Yoon Kim, the senior creator of the paper, says:

This method maintains the performance advantages of larger models with reduced computational cost and training time in comparison with training a big model from scratch. LiGO utilizes a data-driven linear growth operator that mixes depth and width operators for optimum performance.

The paper utilized various datasets to conduct text-based experiments, including the English Wikipedia corpus for training BERT and RoBERTa models and the C4 dataset for training GPT2.

The LiGO technique experimentation included growing BERT-Small to BERT-Base, BERT-Base to BERT-Large, RoBERTaSmall to RoBERTa-Base, GPT2-Base to GPT2-Medium, and CaiT-XS to CaiT-S.

The researchers compared their approach with several other baselines, including training from scratch, progressive training, bert2BERT, and KI.

LiGO technique offered 44.7% savings in FLOPs (floating-point operations per second) and 40.7% savings in wall time in comparison with training BERT-Base from scratch by reusing the BERT-Small model. LiGO growth operator outperforms StackBERT, MSLT, bert2BERT, and KI in efficient training.

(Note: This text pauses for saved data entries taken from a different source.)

import { count, inArray } from 'drizzle-orm';
import { beforeAll, describe, expect, it } from 'vitest';
import { IMPORT_MAX_BYTES, PAST_SALE_COLUMNS, PAST_SALES_TEMPLATE } from '../../../src/lib/schema/past-sales';
import { db } from '../../../src/lib/server/db';
import { marketDays, plants, sales } from '../../../src/lib/server/db/schema';
import { POST as importSales } from '../../../src/routes/api/v1/past-sales/+server';
import { testUser } from '../../helpers/plant-rows';

type User = { id: number; role: 'owner' | 'staff' | 'gardener'; name: string };
let staff: User;
let gardener: User;
let n = 0;

function post(body: string, user: User | null, type = 'text/csv') {
	const url = new URL('http://bunchline.test/api/v1/past-sales');
	const request = new Request(url, { method: 'POST', headers: { 'content-type': type }, body });
	return Promise.resolve(importSales({ request, url, locals: { user, session: null } } as never));
}

const rowCounts = async () => {
	const [[s], [p], [m]] = await Promise.all([db.select({ n: count() }).from(sales), db.select({ n: count() }).from(plants), db.select({ n: count() }).from(marketDays)]);
	return { sales: s.n, plants: p.n, marketDays: m.n };
};

/** A file of past sales; each run has its own buyer addresses so its rows can be found again. */
function file(rows: string[]): string {
	return [PAST_SALE_COLUMNS.join(','), ...rows].join('\r\n') + '\r\n';
}
const good = () => {
	const tag = ++n;
	return [
		`Grand Nain,2025-03-08,12,buyer${tag}.a@example.test,18.50,Marrowby Quay Saturday Market`,
		`grand-nain,2025-03-08,10,buyer${tag}.b@example.test,18,Marrowby Quay Saturday Market`,
		`Grand Nain,2025-04-02,26,,24.00,`
	];
};

beforeAll(async () => {
	[staff, gardener] = await Promise.all([testUser('staff'), testUser('gardener')]);
});

describe('POST /api/v1/past-sales', () => {
	it('with one bad row writes nothing and names the row and column; fixed, writes every row', async () => {
		const rows = good();
		const bad = [...rows.slice(0, 1), rows[1].replace(',18,', ',eighteen,'), ...rows.slice(2)];
		const before = await rowCounts();
		const refused = await post(file(bad), staff);
		expect(refused.status).toBe(400);
		const body = await refused.json();
		expect(body.error.message).toMatch(/Nothing was imported: 1 row has errors/);
		expect(body.error.issues.map((i: { path: unknown[] }) => i.path)).toEqual([[3, 'price']]);
		expect(await rowCounts()).toEqual(before);

		const res = await post(file(rows), staff);
		expect(res.status, await res.clone().text()).toBe(201);
		expect(await res.json()).toEqual({ imported: 3 });
		const written = await db
			.select({ id: sales.id, soldBy: sales.soldBy, price: sales.pricePerPlantCents, marketDayId: sales.marketDayId, buyer: sales.buyerEmail })
			.from(sales)
			.where(inArray(sales.buyerEmail, [`buyer${n}.a@example.test`, `buyer${n}.b@example.test`]));
		expect(written.map((s) => s.price).sort()).toEqual([1800, 1850]);
		expect(written.every((s) => s.soldBy === staff.id && s.marketDayId !== null)).toBe(true);
		// Both market rows are the same market day.
		expect(new Set(written.map((s) => s.marketDayId)).size).toBe(1);
		const sold = await db.select().from(plants).where(inArray(plants.saleId, written.map((s) => s.id)));
		expect(sold).toHaveLength(2);
		for (const p of sold) {
			expect(p.gardenerId).toBeNull();
			expect(p.claimCodeHash).toMatch(/\S{20,}/);
		}
		expect(sold.map((p) => p.ageAtSaleWeeks).sort()).toEqual([10, 12]);
		const after = await rowCounts();
		expect(after.sales - before.sales).toBe(3);
		expect(after.plants - before.plants).toBe(3);
	});

	it('lists every problem of every row, by row number and column', async () => {
		const text = file([
			'Grand Nain,2025-02-30,12,,18.50,',
			'No Such Banana,2025-03-08,12,,18.50,',
			'Grand Nain,2025-03-08,300,not-an-address,-1,',
			'Grand Nain,2999-03-08,12,,18.50,'
		]);
		const res = await post(text, staff);
		expect(res.status).toBe(400);
		const { error } = await res.json();
		expect(error.message).toMatch(/4 rows have errors/);
		expect(error.issues.map((i: { path: unknown[] }) => i.path.join(':'))).toEqual([
			'2:sale date',
			'3:cultivar',
			'4:age at sale (weeks)',
			'4:buyer e-mail',
			'4:price',
			'5:sale date'
		]);
	});

	it('the template imports as it is', async () => {
		const before = await rowCounts();
		const res = await post(PAST_SALES_TEMPLATE, staff);
		expect(res.status, await res.clone().text()).toBe(201);
		expect((await rowCounts()).plants - before.plants).toBe(2);
	});

	it('refuses a missing column, another content type, an oversized file and a gardener, writing nothing', async () => {
		const before = await rowCounts();
		const noPrice = await post('cultivar,sale date,age at sale (weeks),buyer e-mail,market\r\nGrand Nain,2025-03-08,12,,\r\n', staff);
		expect(noPrice.status).toBe(400);
		expect((await noPrice.json()).error.issues).toEqual([{ path: [1, 'price'], message: expect.stringContaining('price') }]);
		expect((await post(file(good()), staff, 'application/x-www-form-urlencoded')).status).toBe(400);
		const huge = await post(file(good()) + 'x'.repeat(IMPORT_MAX_BYTES), staff);
		expect(huge.status).toBe(413);
		expect((await huge.json()).error.issues[0].message).toMatch(/at most 500 KB/);
		expect((await post(file(good()), gardener)).status).toBe(403);
		expect((await post(file(good()), null)).status).toBe(401);
		expect(await rowCounts()).toEqual(before);
	});
});

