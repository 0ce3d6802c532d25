/**
 * Weather stations whose monthly mean temperatures stand for the places of the calibration anchors
 * (anchors.ts). Each is a long-term normal of a national weather service, January first, °C
 * (mean of the daily maximum and minimum, rounded to 0.1 °C).
 *
 * Honesty note: the stored public pages searched for this work held only one of these services'
 * normals tables in full (Santa Cruz de Tenerife, through a copy of an encyclopaedia table that
 * names AEMET as its source); every other row is recalled and marked `from memory`. Where a stored
 * page confirms part of a row, `checkedAgainst` says which page and what it confirms.
 */
import { referenceClimate } from '../catalogue/climates';

export interface Station {
	slug: string;
	/** The station as its weather service names it, and the place it stands for. */
	name: string;
	/** Whose normal, over which period. */
	normal: string;
	monthlyMeanC: readonly number[];
	fromMemory: boolean;
	checkedAgainst?: string;
}

export const stations: readonly Station[] = [
	{
		slug: 'innisfail',
		name: 'Innisfail, Queensland (Bureau of Meteorology station 032025), for the Innisfail–Tully banana coast',
		normal: 'Bureau of Meteorology climate statistics, all years of record',
		monthlyMeanC: [26.8, 26.9, 26.0, 24.3, 22.2, 20.0, 19.2, 19.9, 21.7, 23.6, 25.4, 26.5], // from memory
		fromMemory: true
	},
	{
		slug: 'honolulu',
		name: 'Honolulu International Airport, Hawaiʻi (NOAA), for the Honolulu lowlands',
		normal: 'NOAA U.S. Climate Normals 1991–2020',
		monthlyMeanC: [22.9, 22.8, 23.4, 24.2, 25.3, 26.6, 27.2, 27.6, 27.3, 26.6, 25.2, 23.9], // from memory
		fromMemory: true
	},
	{
		slug: 'abidjan',
		name: 'Abidjan Port-Bouët airport, Côte d’Ivoire (SODEXAM), for Aboisso, about 100 km east on the same coast',
		normal: 'WMO climatological normals 1961–1990',
		monthlyMeanC: [27.0, 27.8, 27.9, 27.8, 27.1, 25.9, 25.0, 24.7, 25.2, 26.2, 26.9, 26.8], // from memory
		fromMemory: true
	},
	{
		slug: 'alstonville',
		name: 'Alstonville Tropical Fruit Research Station, New South Wales (Bureau of Meteorology station 058131)',
		normal: 'Bureau of Meteorology climate statistics, all years of record',
		monthlyMeanC: [23.1, 23.0, 22.0, 19.8, 17.0, 14.7, 13.8, 14.8, 17.0, 19.0, 20.8, 22.3], // from memory
		fromMemory: true,
		checkedAgainst: 'annual mean 18.9 °C, against the "about 19 °C" of the calibration issue (Turner 1972 describes the site)'
	},
	{
		slug: 'santa-cruz-de-tenerife',
		name: 'Santa Cruz de Tenerife, Canary Islands (AEMET), for open-air plantations on the coast',
		normal:
			'AEMET normals as tabulated in “Santa Cruz de Tenerife – Climate” (liquisearch.com copy of the encyclopaedia section, table “Climate data for Santa Cruz”, source given as Agencia Estatal de Meteorología; period not stated, the values fit 1971–2000)',
		monthlyMeanC: [17.9, 18.0, 18.7, 19.2, 20.6, 22.4, 24.6, 25.1, 24.6, 23.0, 21.0, 19.0],
		fromMemory: false,
		checkedAgainst: 'thetenerifeweather.com (stored page): the AEMET observatory’s annual mean 21.5 °C and about 18.3 °C in January, probably the later 1981–2010 normal, 0.3 °C warmer'
	},
	{
		slug: 'st-petersburg-fl',
		name: 'St. Petersburg Albert Whitted, Florida (NOAA), for Pinellas County',
		normal: 'NOAA U.S. Climate Normals 1991–2020',
		monthlyMeanC: [17.1, 18.3, 20.3, 22.8, 26.0, 28.2, 29.0, 29.1, 28.3, 25.3, 21.4, 18.4], // from memory
		fromMemory: true,
		checkedAgainst: 'NWS Tampa Bay monthly climate report for St. Petersburg, December 2023 (stored page): December normal mean 65.1 °F = 18.4 °C'
	},
	{
		slug: 'miami',
		name: 'Miami, Florida (NOAA): the engine’s reference climate, a warm subtropical coast',
		normal: 'long-term NOAA normals, as in the engine’s climate catalogue',
		monthlyMeanC: referenceClimate().monthlyMeanC, // from memory (the catalogue's reference climate)
		fromMemory: true
	}
];

export function station(slug: string): Station {
	const found = stations.find((s) => s.slug === slug);
	if (!found) throw new Error(`No calibration station ${slug}`);
	return found;
}
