// The nursery table's queries on 50,000 plants, after VACUUM ANALYZE: PostgreSQL plans them as index
// scans, never a sequential scan of plants. Asserts the plans' shape, not their speed (speed is
// measured on a million plants in bench/table.ts, figures in bench/RESULTS.md).
import postgres from 'postgres';
import { afterAll, beforeAll, describe, expect, it } from 'vitest';
import { migrateDatabase } from '../../../scripts/migrate';
import { fillScaleData } from '../../../scripts/scale-data';
import { plantTableQuerySchema } from '../../../src/lib/schema/plant-table';
import { plantTableQueries, type PlantTableWhere } from '../../../src/lib/server/plant-table/repository';

const PLANTS = 50_000;
const name = `bunchline_index_${process.pid}_${Date.now().toString(36)}`;
const baseUrl = process.env.DATABASE_URL!;
const url = baseUrl.replace(/\/[^/]+$/, `/${name}`);
let admin: postgres.Sql;
let sql: postgres.Sql;
let grandNain: number;

interface PlanNode {
	'Node Type': string;
	'Relation Name'?: string;
	'Index Name'?: string;
	Plans?: PlanNode[];
}
const walk = (n: PlanNode): PlanNode[] => [n, ...(n.Plans ?? []).flatMap(walk)];

async function planOf(query: { toSQL(): { sql: string; params: unknown[] } }): Promise<PlanNode[]> {
	const { sql: text, params } = query.toSQL();
	const [row] = await sql.unsafe(`explain (format json) ${text}`, params as never[]);
	return walk((row['QUERY PLAN'] as [{ Plan: PlanNode }])[0].Plan);
}

/** How plants is read: the index used, and never a sequential scan. */
function plantsAccess(nodes: PlanNode[]) {
	const onPlants = nodes.filter((n) => n['Relation Name'] === 'plants' || n['Index Name']?.startsWith('plants_'));
	return { types: onPlants.map((n) => n['Node Type']), indexes: onPlants.map((n) => n['Index Name']).filter(Boolean) };
}

beforeAll(async () => {
	admin = postgres(baseUrl, { max: 1, onnotice: () => {} });
	await admin.unsafe(`create database ${name}`);
	await migrateDatabase(url);
	sql = postgres(url, { max: 1, onnotice: () => {} });
	await fillScaleData(sql, PLANTS, { today: '2026-06-01', steps: false });
	// What autovacuum does on a live database: statistics, and the visibility map index-only scans rely on.
	await sql`vacuum analyze`;
	[{ id: grandNain }] = await sql`select id from cultivars where slug = 'grand-nain'`;
}, 300_000);

afterAll(async () => {
	await sql?.end();
	await admin?.unsafe(`drop database if exists ${name} with (force)`);
	await admin?.end();
});

const query = (params: Record<string, string>) => plantTableQuerySchema.parse(params);
const page = (where: PlantTableWhere, params: Record<string, string>) => {
	const q = query(params);
	return plantTableQueries.page(where, q, q.perPage, (q.page - 1) * q.perPage);
};

describe(`the table's plans on ${PLANTS.toLocaleString('en')} plants`, () => {
	it('has the plants', async () => {
		const [{ n }] = await sql`select count(*)::int as n from plants`;
		expect(n).toBe(PLANTS);
	});

	const cases: [string, () => PlanNode[] | Promise<PlanNode[]>, string][] = [
		['first page: next step, earliest first', () => planOf(page({}, {})), 'plants_next_step_idx'],
		['filtered page: cultivar and stage', () => planOf(page({ cultivarId: grandNain, stage: 'growing-leaves' }, { cultivar: 'grand-nain', stage: 'growing-leaves' })), 'plants_cultivar_stage_idx'],
		['sorted page: oldest first', () => planOf(page({}, { sort: 'age', order: 'desc' })), 'plants_started_idx'],
		['sorted page: latest sale first', () => planOf(page({}, { sort: 'soldOn', order: 'desc' })), 'plants_sold_on_idx'],
		['sorted page: last milestone', () => planOf(page({}, { sort: 'lastMilestone' })), 'plants_last_milestone_idx'],
		['count of a cultivar and stage', () => planOf(plantTableQueries.countUpTo({ cultivarId: grandNain, stage: 'growing-leaves' }, 10_001)), 'plants_cultivar_stage_idx']
	];
	for (const [label, plan, index] of cases) {
		it(`${label}: reads plants through ${index}, no sequential scan`, async () => {
			const access = plantsAccess(await plan());
			expect(access.types).not.toContain('Seq Scan');
			expect(access.indexes).toContain(index);
		});
	}

});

Advantages of Using a Training Optimization Technique Like LiGO

LiGO is an efficient neural network training method that has various advantages listed as follows:

1. Faster Training

As stated earlier, faster training is the principal advantage of the LiGO technique. It trains LLMs in half the time, increasing productivity and reducing costs.

2. Resource Efficient

LiGO is resource-efficient because it minimizes wall time and FLOPs, resulting in a less expensive and eco-friendly approach to training large transformer models.

3. Generalization

The LiGO technique has improved the performance of each language and vision transformers suggesting that it’s a generalizable technique that could be applied to varied tasks.

Constructing business AI products is only one facet of the general expenses related to AI systems. One other major factor of costs comes from every day operations. For example, it costs OpenAI about $700,000 each day to reply queries using ChatGPT. Researchers are expected to proceed exploring approaches that make LLMs cost-effective during training and more accessible on runtime.

For more AI-related content, visit unite.ai.